Mr. Patterson rolls his eyes and shakes his head. He slides his cap off for a moment, exposing the shiny top of his head with sparse graying hair surrounding it. The pale winter sun shone on this spot and a glint of light reflected from it, as if his head were made of metal. Stan likes to imagine his father’s bald spot as a hubcap. “How many times do I have to tell you, Stan? You don’t have any control over the ball when you kick it with your toe. Does this sound familiar?”

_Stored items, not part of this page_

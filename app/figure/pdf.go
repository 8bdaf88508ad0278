package figure

// The PDF canvas. gonum/plot's own vgpdf embeds each font as a simple
// TrueType font in the WinAnsi (cp1252) encoding without a Unicode map, so
// χ, ⁻, − and every other character outside cp1252 is lost and even µ, ², Å
// come out of a text extractor as two-byte garbage; it also hands fpdf the
// premultiplied colour of a translucent fill, which greys the telluric
// bands. This canvas follows vgpdf (BSD licence, The Gonum Authors) but
// embeds each font with fpdf's UTF-8 route: a subset Type 0 (CID) font with
// a ToUnicode map, so the text is drawn and extracted as written; and it
// passes fpdf the straight (non-premultiplied) colour with its alpha.

import (
	"bufio"
	"bytes"
	"fmt"
	"image"
	"image/color"
	"image/png"
	"io"
	"math"
	"time"

	pdf "codeberg.org/go-pdf/fpdf"
	stdfnt "golang.org/x/image/font"

	"gonum.org/v1/plot/font"
	"gonum.org/v1/plot/vg"
)

// pdfDPI is the nominal resolution of drawing in PDF (points).
const pdfDPI = 72

// pdfCanvas implements vg.CanvasWriterTo by drawing into a one-page PDF.
type pdfCanvas struct {
	doc       *pdf.Fpdf
	w, h      vg.Length
	numImages int
	stack     []pdfContext
	fonts     map[font.Font]bool
	err       error
}

type pdfContext struct {
	width vg.Length
}

// newPDF returns a PDF canvas of w × h. The document carries a fixed
// creation date so that the same figure gives the same bytes.
func newPDF(w, h vg.Length) *pdfCanvas {
	cfg := pdf.InitType{UnitStr: "pt", Size: pdf.SizeType{Wd: w.Points(), Ht: h.Points()}}
	c := &pdfCanvas{doc: pdf.NewCustom(&cfg), w: w, h: h, stack: make([]pdfContext, 1), fonts: map[font.Font]bool{}}
	c.doc.SetCreationDate(time.Date(2000, 1, 1, 0, 0, 0, 0, time.UTC))
	c.doc.SetCreator("broadline", true)
	c.doc.SetMargins(0, 0, 0)
	c.doc.SetAutoPageBreak(false, 0)
	c.doc.AddPage()
	c.Push()
	c.Translate(vg.Point{X: 0, Y: c.h})
	c.Scale(1, -1)
	vg.Initialize(c)
	return c
}

func (c *pdfCanvas) ctx() *pdfContext { return &c.stack[len(c.stack)-1] }

// Size implements vg.CanvasSizer.
func (c *pdfCanvas) Size() (w, h vg.Length) { return c.w, c.h }

// SetLineWidth implements vg.Canvas.
func (c *pdfCanvas) SetLineWidth(w vg.Length) {
	c.ctx().width = w
	c.doc.SetLineWidth(w.Points())
}

// SetLineDash implements vg.Canvas.
func (c *pdfCanvas) SetLineDash(dashes []vg.Length, offs vg.Length) {
	ds := make([]float64, len(dashes))
	for i, d := range dashes {
		ds[i] = d.Points()
	}
	c.doc.SetDashPattern(ds, offs.Points())
}

// SetColor implements vg.Canvas: the straight colour and its alpha.
func (c *pdfCanvas) SetColor(clr color.Color) {
	r, g, b, a := straightRGBA(clr)
	c.doc.SetFillColor(r, g, b)
	c.doc.SetDrawColor(r, g, b)
	c.doc.SetTextColor(r, g, b)
	c.doc.SetAlpha(a, "Normal")
}

// straightRGBA is clr as 8-bit non-premultiplied red, green, blue and an
// alpha in [0, 1] (color.Color.RGBA is premultiplied; PDF colours are not).
func straightRGBA(clr color.Color) (r, g, b int, a float64) {
	if clr == nil {
		clr = color.Black
	}
	n := color.NRGBAModel.Convert(clr).(color.NRGBA)
	return int(n.R), int(n.G), int(n.B), float64(n.A) / 255
}

// Rotate implements vg.Canvas.
func (c *pdfCanvas) Rotate(r float64) { c.doc.TransformRotate(-r*180/math.Pi, 0, 0) }

// Translate implements vg.Canvas.
func (c *pdfCanvas) Translate(pt vg.Point) { c.doc.TransformTranslate(pt.X.Points(), pt.Y.Points()) }

// Scale implements vg.Canvas.
func (c *pdfCanvas) Scale(x, y float64) { c.doc.TransformScale(x*100, y*100, 0, 0) }

// Push implements vg.Canvas.
func (c *pdfCanvas) Push() {
	c.stack = append(c.stack, *c.ctx())
	c.doc.TransformBegin()
}

// Pop implements vg.Canvas.
func (c *pdfCanvas) Pop() {
	c.doc.TransformEnd()
	c.stack = c.stack[:len(c.stack)-1]
}

// Stroke implements vg.Canvas.
func (c *pdfCanvas) Stroke(p vg.Path) {
	if c.ctx().width > 0 {
		c.path(p, "D")
	}
}

// Fill implements vg.Canvas.
func (c *pdfCanvas) Fill(p vg.Path) { c.path(p, "F") }

func fontStyle(f font.Font) string {
	s := ""
	if f.Weight >= stdfnt.WeightBold {
		s += "B"
	}
	if f.Style == stdfnt.StyleItalic {
		s += "I"
	}
	return s
}

// FillString implements vg.Canvas: str drawn with fnt, its baseline's
// left end at pt.
func (c *pdfCanvas) FillString(fnt font.Face, pt vg.Point, str string) {
	if fnt.Font.Size == 0 || c.err != nil {
		return
	}
	key := fnt.Font
	key.Size = 0
	name := fnt.Name()
	if !c.fonts[key] {
		var raw bytes.Buffer
		if _, err := fnt.Face.WriteSourceTo(nil, &raw); err != nil {
			c.err = fmt.Errorf("font %s: %w", name, err)
			return
		}
		c.doc.AddUTF8FontFromBytes(name, "", raw.Bytes())
		c.fonts[key] = true
	}
	c.doc.SetFont(name, "", fnt.Font.Size.Points())
	c.Push()
	defer c.Pop()
	c.Translate(pt)
	c.Scale(1, -1) // fpdf's text origin is the top left corner
	c.doc.SetXY(0, 0)
	// Text draws at the baseline: fpdf's Text takes the baseline point.
	c.doc.Text(0, 0, str)
}

// DrawImage implements vg.Canvas.
func (c *pdfCanvas) DrawImage(rect vg.Rectangle, img image.Image) {
	opts := pdf.ImageOptions{ImageType: "png", ReadDpi: true}
	c.numImages++
	name := fmt.Sprintf("image_%03d.png", c.numImages)
	var buf bytes.Buffer
	if err := png.Encode(&buf, img); err != nil {
		c.err = fmt.Errorf("image: %w", err)
		return
	}
	c.doc.RegisterImageOptionsReader(name, opts, &buf)
	sz := rect.Size()
	c.doc.ImageOptions(name, rect.Min.X.Points(), rect.Min.Y.Points(), sz.X.Points(), sz.Y.Points(), false, opts, 0, "")
}

func (c *pdfCanvas) path(path vg.Path, style string) {
	var x0, y0 float64
	for _, comp := range path {
		switch comp.Type {
		case vg.MoveComp:
			x0, y0 = comp.Pos.X.Points(), comp.Pos.Y.Points()
			c.doc.MoveTo(x0, y0)
		case vg.LineComp:
			c.doc.LineTo(comp.Pos.X.Points(), comp.Pos.Y.Points())
		case vg.ArcComp:
			c.arc(comp, style)
		case vg.CurveComp:
			px, py := comp.Pos.X.Points(), comp.Pos.Y.Points()
			switch len(comp.Control) {
			case 1:
				c.doc.CurveTo(comp.Control[0].X.Points(), comp.Control[0].Y.Points(), px, py)
			case 2:
				c.doc.CurveBezierCubicTo(comp.Control[0].X.Points(), comp.Control[0].Y.Points(),
					comp.Control[1].X.Points(), comp.Control[1].Y.Points(), px, py)
			default:
				panic("figure: PDF path: a curve with more than two control points")
			}
		case vg.CloseComp:
			c.doc.LineTo(x0, y0)
			c.doc.ClosePath()
		default:
			panic(fmt.Sprintf("figure: PDF path: unknown component type %d", comp.Type))
		}
	}
	c.doc.DrawPath(style)
}

func (c *pdfCanvas) arc(comp vg.PathComp, style string) {
	x0 := comp.Pos.X + comp.Radius*vg.Length(math.Cos(comp.Start))
	y0 := comp.Pos.Y + comp.Radius*vg.Length(math.Sin(comp.Start))
	c.doc.LineTo(x0.Points(), y0.Points())
	r := comp.Radius.Points()
	const deg = 180 / math.Pi
	beg := comp.Start * deg
	c.doc.Arc(comp.Pos.X.Points(), comp.Pos.Y.Points(), r, r, comp.Angle*deg, beg, beg+comp.Angle*deg, style)
	x1 := comp.Pos.X + comp.Radius*vg.Length(math.Cos(comp.Start+comp.Angle))
	y1 := comp.Pos.Y + comp.Radius*vg.Length(math.Sin(comp.Start+comp.Angle))
	c.doc.MoveTo(x1.Points(), y1.Points())
}

// WriteTo writes the PDF to w; the canvas may not be drawn on after.
func (c *pdfCanvas) WriteTo(w io.Writer) (int64, error) {
	if c.err != nil {
		return 0, fmt.Errorf("PDF: %w", c.err)
	}
	c.Pop()
	c.doc.Close()
	if err := c.doc.Error(); err != nil {
		return 0, fmt.Errorf("PDF: %w", err)
	}
	cw := &countWriter{w: w}
	b := bufio.NewWriter(cw)
	if err := c.doc.Output(b); err != nil {
		return cw.n, fmt.Errorf("PDF: %w", err)
	}
	err := b.Flush()
	return cw.n, err
}

type countWriter struct {
	w io.Writer
	n int64
}

func (cw *countWriter) Write(p []byte) (int, error) {
	n, err := cw.w.Write(p)
	cw.n += int64(n)
	return n, err
}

“Yeah, Dad,” says Stan without looking at his father, still counting the rotations of the soccer ball.
“OK, then tell me this: what parts of the foot do we use to kick a soccer ball?”
“Is it the top of your foot?”
“Uhhh. I dunno.”
“Dammit, Stan!” Mr. Patterson lumbers forward and snatches the ball from the air. He points at himself between the eyes and speaks slowly. “Look at me, Stan. The side of your foot. You can also use the side of your foot to hit the soccer ball. I don’t know how many times—” Mr. Patterson trails off in his speech, his green-and-white checkered soccer shorts whipping in the wind as he marches toward the house. He swings the screen door open. “You really need to start watching your brother play more often. If you want to have any hope of getting into the select league, you’re going to have to start taking some pointers from him.” Holding the door open with his toe, Mr. Patterson arches his arms behind his head and thrusts the soccer ball at Stan. The ball bounces once and Stan prepares to catch it, but he misses, and it smacks him in the nose. A sharp pain shoots through Stan’s head. He tries not to cry.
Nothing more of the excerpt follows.